WORK TO BE COMPLETED | Find and copy the lines in the records beneath this task that contain the word "scale".

DATASET CONTENT |
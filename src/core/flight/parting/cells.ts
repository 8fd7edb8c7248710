/** Near pairs among points by a grid of cells as wide as one sees. */
export interface Cells {
	/**
	 * Every pair nearer than `sight`, once, in an order that depends on the points alone.
	 * @param points 3·N
	 */
	pairs(points: Float64Array, sight: number, tell: (i: number, j: number) => void): void;
}

/** The forward half of a cell's 26 neighbours: dx, dy, dz. */
const AHEAD = Int8Array.of(
	...[1, 0, 0, -1, 1, 0, 0, 1, 0, 1, 1, 0, -1, -1, 1, 0, -1, 1, 1, -1, 1],
	...[-1, 0, 1, 0, 0, 1, 1, 0, 1, -1, 1, 1, 0, 1, 1, 1, 1, 1],
);
/** Cells a drone at most; a wide fleet takes larger ones rather than more memory. */
const MOST_CELLS = 64;

export function createCells(count: number): Cells {
	const next = new Int32Array(count);
	const cellOf = new Int32Array(count);
	const along = [new Int32Array(count), new Int32Array(count), new Int32Array(count)];
	let head = new Int32Array(0);

	function pairs(points: Float64Array, sight: number, tell: (i: number, j: number) => void): void {
		const low = [Infinity, Infinity, Infinity];
		const high = [-Infinity, -Infinity, -Infinity];
		for (let c = 0; c < points.length; c++) {
			if (points[c] < low[c % 3]) low[c % 3] = points[c];
			if (points[c] > high[c % 3]) high[c % 3] = points[c];
		}
		let size = sight;
		const cellsAlong = (axis: number): number => Math.floor((high[axis] - low[axis]) / size) + 1;
		const limit = Math.max(4096, MOST_CELLS * count);
		while (cellsAlong(0) * cellsAlong(1) * cellsAlong(2) > limit) size *= 1.25;
		const [nx, ny, nz] = [cellsAlong(0), cellsAlong(1), cellsAlong(2)];
		if (head.length < nx * ny * nz) head = new Int32Array(nx * ny * nz).fill(-1);
		const [cx, cy, cz] = along;
		for (let i = count - 1; i >= 0; i--) {
			cx[i] = Math.floor((points[3 * i] - low[0]) / size);
			cy[i] = Math.floor((points[3 * i + 1] - low[1]) / size);
			cz[i] = Math.floor((points[3 * i + 2] - low[2]) / size);
			const cell = cx[i] + nx * (cy[i] + ny * cz[i]);
			cellOf[i] = cell;
			next[i] = head[cell];
			head[cell] = i;
		}
		const square = sight * sight;
		for (let i = 0; i < count; i++) {
			const [px, py, pz] = [points[3 * i], points[3 * i + 1], points[3 * i + 2]];
			for (let k = -3; k < AHEAD.length; k += 3) {
				let j = next[i];
				if (k >= 0) {
					const x = cx[i] + AHEAD[k];
					const y = cy[i] + AHEAD[k + 1];
					const z = cz[i] + AHEAD[k + 2];
					if (x < 0 || y < 0 || x >= nx || y >= ny || z >= nz) continue;
					j = head[x + nx * (y + ny * z)];
				}
				for (; j >= 0; j = next[j]) {
					const dx = points[3 * j] - px;
					const dy = points[3 * j + 1] - py;
					const dz = points[3 * j + 2] - pz;
					if (dx * dx + dy * dy + dz * dz < square) tell(i, j);
				}
			}
		}
		for (let i = 0; i < count; i++) head[cellOf[i]] = -1;
	}
	return { pairs };
}
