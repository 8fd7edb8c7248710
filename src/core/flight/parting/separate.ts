/** Pushes drones apart that come too near: projections onto the pairs' constraints (Kaczmarz's method, over-relaxed). */
import type { Approaches } from "./approaches.ts";
import { type Bends, leaveWeight, reachWeight } from "./bends.ts";

/** Over-relaxation of each projection. */
const RELAX = 1.3;
/** Share of the way at either end on which touching drones are parted by their slopes. */
const AT_END = 0.05;
/** Least of f² + g² that is divided by: nearer to an end a push moves next to nothing. */
const LEAST_WEIGHT = 0.0016;

/**
 * One pass over all approaches.
 * @param mobility N, above 0: the more, the more of a push a drone takes
 * @returns how many were nearer than `gap`
 */
export function separate(bends: Bends, near: Approaches, mobility: Float64Array, gap: number): number {
	const { start, way, leave, reach } = bends;
	let pushed = 0;
	for (let k = 0; k < near.count; k++) {
		const [i, j, s] = [near.first[k], near.second[k], near.at[k]];
		const [a, b] = [3 * i, 3 * j];
		const f = leaveWeight(s);
		const g = reachWeight(s);
		let [x, y, z] = [0, 0, 0];
		x = start[b] - start[a] + s * (way[b] - way[a]) + f * (leave[b] - leave[a]) + g * (reach[b] - reach[a]);
		const [a1, b1] = [a + 1, b + 1];
		y = start[b1] - start[a1] + s * (way[b1] - way[a1]) + f * (leave[b1] - leave[a1]) + g * (reach[b1] - reach[a1]);
		const [a2, b2] = [a + 2, b + 2];
		z = start[b2] - start[a2] + s * (way[b2] - way[a2]) + f * (leave[b2] - leave[a2]) + g * (reach[b2] - reach[a2]);
		let distance = Math.sqrt(x * x + y * y + z * z);
		if (distance >= gap) continue;
		pushed++;
		const [mi, mj] = [mobility[i], mobility[j]];
		if ((s < AT_END || s > 1 - AT_END) && turnAtEnd(bends, a, b, s < 0.5, mi, mj, gap)) continue;
		const need = Math.min(0.5 * gap, RELAX * (gap - distance) + 1e-5);
		if (distance < 1e-6) {
			// They meet head on: to a side that depends on their numbers alone.
			const angle = i * 2.399963 + j * 0.777;
			[x, y, z, distance] = [Math.cos(angle), Math.sin(angle), 0, 1];
		}
		const scale = need / (Math.max(LEAST_WEIGHT, f * f + g * g) * (mi + mj) * distance);
		push(bends, a, -scale * mi, f, g, x, y, z);
		push(bends, b, scale * mj, f, g, x, y, z);
	}
	return pushed;
}

function push({ leave, reach }: Bends, at: number, by: number, f: number, g: number, x: number, y: number, z: number) {
	leave[at] += by * f * x;
	leave[at + 1] += by * f * y;
	leave[at + 2] += by * f * z;
	reach[at] += by * g * x;
	reach[at + 1] += by * g * y;
	reach[at + 2] += by * g * z;
}

/**
 * Two drones that touch at an end and set out towards each other, u apart with the slope v: to second order |D|² has its
 * least, |u|² − (u·v)²/c with c half its curvature, so close to the end that the push needed there can't be told from one
 * half as large. So u·v itself is brought to what leaves the gap.
 * @returns whether that was broken
 */
function turnAtEnd(
	{ start, way, leave, reach }: Bends,
	a: number,
	b: number,
	departing: boolean,
	mi: number,
	mj: number,
	gap: number,
): boolean {
	const [bend, other] = departing ? [leave, reach] : [reach, leave];
	const sign = departing ? 1 : -1;
	let along = 0;
	let square = 0;
	let curve = 0;
	for (let axis = 0; axis < 3; axis++) {
		const w = way[b + axis] - way[a + axis];
		const u = start[b + axis] - start[a + axis] + (departing ? 0 : w);
		const p = bend[b + axis] - bend[a + axis];
		const v = sign * w + p;
		along += u * v;
		square += u * u;
		curve += v * v + 2 * u * (other[b + axis] - other[a + axis] - 2 * p);
	}
	if (square > 1.1 * gap * gap) return false;
	const least = -Math.sqrt(Math.max(0, curve) * Math.max(0, square - gap * gap));
	if (along >= least) return false;
	const scale = (RELAX * (least - along) + 1e-6) / (square * (mi + mj));
	for (let axis = 0; axis < 3; axis++) {
		const u = start[b + axis] - start[a + axis] + (departing ? 0 : way[b + axis] - way[a + axis]);
		bend[a + axis] -= mi * scale * u;
		bend[b + axis] += mj * scale * u;
	}
	return true;
}
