/**
 * What the planner bends: every drone flies a + s(b − a) + s(1 − s)²·p + s²(1 − s)·q. p turns the departure, q the arrival:
 * each has a slope at its own end and none at the other, so drones that touch at both ends can be parted at either without
 * undoing the other. p = q is the plain bump s(1 − s)·p.
 */
import type { Paths } from "../paths/polynomial-paths.ts";

/** In the measure of spacing, 3·N each. */
export interface Bends {
	readonly start: Float64Array;
	readonly way: Float64Array;
	/** The p of each drone. */
	readonly leave: Float64Array;
	/** The q of each drone. */
	readonly reach: Float64Array;
}

/** Straight to begin with. @param from,to 3·N metres; @param target end slot of each row */
export function straightBends(from: Float64Array, to: Float64Array, target: Int32Array, downwash: number): Bends {
	const length = 3 * target.length;
	const start = new Float64Array(length);
	const way = new Float64Array(length);
	for (let i = 0; i < target.length; i++) {
		for (let axis = 0; axis < 3; axis++) {
			const scale = axis === 2 ? 1 / downwash : 1;
			start[3 * i + axis] = from[3 * i + axis] * scale;
			way[3 * i + axis] = to[3 * target[i] + axis] * scale - start[3 * i + axis];
		}
	}
	return { start, way, leave: new Float64Array(length), reach: new Float64Array(length) };
}

/** Weight of p at s. */
export const leaveWeight = (s: number): number => s * (1 - s) * (1 - s);
/** Weight of q at s. */
export const reachWeight = (s: number): number => s * s * (1 - s);

/** All drones at s, into `points` (3·N, measure of spacing). */
export function pointsAt(bends: Bends, s: number, points: Float64Array): void {
	const { start, way, leave, reach } = bends;
	const f = leaveWeight(s);
	const g = reachWeight(s);
	for (let c = 0; c < points.length; c++) points[c] = start[c] + s * way[c] + f * leave[c] + g * reach[c];
}

/** By powers of s, in metres, with the very ends that were asked for. */
export function bentPaths(
	from: Float64Array,
	to: Float64Array,
	target: Int32Array,
	bends: Bends,
	downwash: number,
): Paths {
	const coefficients = new Float64Array(12 * target.length);
	for (let i = 0; i < target.length; i++) {
		for (let axis = 0; axis < 3; axis++) {
			const scale = axis === 2 ? downwash : 1;
			const p = bends.leave[3 * i + axis] * scale;
			const q = bends.reach[3 * i + axis] * scale;
			const at = (3 * i + axis) * 4;
			coefficients[at] = from[3 * i + axis];
			coefficients[at + 1] = to[3 * target[i] + axis] - from[3 * i + axis] + p;
			coefficients[at + 2] = q - 2 * p;
			coefficients[at + 3] = p - q;
		}
	}
	return { degree: 3, coefficients };
}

RESPONSE BOX |
		const scale = need / (Math.max(LEAST_WEIGHT, f * f + g * g) * (mi + mj) * distance);
		push(bends, a, -scale * mi, f, g, x, y, z);
		push(bends, b, scale * mj, f, g, x, y, z);
	const scale = (RELAX * (least - along) + 1e-6) / (square * (mi + mj));
		bend[a + axis] -= mi * scale * u;
		bend[b + axis] += mj * scale * u;
			const scale = axis === 2 ? 1 / downwash : 1;
			start[3 * i + axis] = from[3 * i + axis] * scale;
			way[3 * i + axis] = to[3 * target[i] + axis] * scale - start[3 * i + axis];
			const scale = axis === 2 ? downwash : 1;
			const p = bends.leave[3 * i + axis] * scale;
			const q = bends.reach[3 * i + axis] * scale;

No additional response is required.